= Excerpted records =
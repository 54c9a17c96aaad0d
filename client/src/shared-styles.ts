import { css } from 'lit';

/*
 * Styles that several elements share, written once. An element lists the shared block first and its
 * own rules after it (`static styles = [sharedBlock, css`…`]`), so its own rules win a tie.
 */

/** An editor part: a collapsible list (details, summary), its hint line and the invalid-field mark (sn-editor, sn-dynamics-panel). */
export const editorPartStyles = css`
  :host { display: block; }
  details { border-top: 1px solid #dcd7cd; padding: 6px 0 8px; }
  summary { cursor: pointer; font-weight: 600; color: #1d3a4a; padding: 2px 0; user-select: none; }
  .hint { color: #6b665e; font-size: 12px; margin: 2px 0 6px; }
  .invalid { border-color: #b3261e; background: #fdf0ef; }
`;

--

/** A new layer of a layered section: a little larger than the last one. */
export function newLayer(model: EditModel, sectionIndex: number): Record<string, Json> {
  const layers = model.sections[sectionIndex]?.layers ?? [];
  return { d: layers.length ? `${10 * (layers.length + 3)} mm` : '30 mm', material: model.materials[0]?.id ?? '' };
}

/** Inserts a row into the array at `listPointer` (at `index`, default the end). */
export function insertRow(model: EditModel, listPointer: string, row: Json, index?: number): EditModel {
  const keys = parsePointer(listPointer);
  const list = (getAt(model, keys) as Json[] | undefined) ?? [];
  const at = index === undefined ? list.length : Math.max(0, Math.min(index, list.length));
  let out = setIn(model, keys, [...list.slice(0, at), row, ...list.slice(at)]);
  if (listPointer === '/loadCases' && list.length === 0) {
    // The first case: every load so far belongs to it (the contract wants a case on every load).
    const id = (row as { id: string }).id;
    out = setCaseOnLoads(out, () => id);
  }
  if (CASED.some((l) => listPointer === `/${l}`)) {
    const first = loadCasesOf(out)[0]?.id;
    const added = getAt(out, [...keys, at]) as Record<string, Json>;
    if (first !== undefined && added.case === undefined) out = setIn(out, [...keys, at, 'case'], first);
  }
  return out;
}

= What you will do =
Would you please write out, exactly and with no other lines, the stretch of the listing above from the line containing "const list = (getAt(model, keys)" through the line containing "if (listPointer === '/loadCases'"?

= Response for this exercise =
  const list = (getAt(model, keys) as Json[] | undefined) ?? [];
  const at = index === undefined ? list.length : Math.max(0, Math.min(index, list.length));
  let out = setIn(model, keys, [...list.slice(0, at), row, ...list.slice(at)]);
  if (listPointer === '/loadCases' && list.length === 0) {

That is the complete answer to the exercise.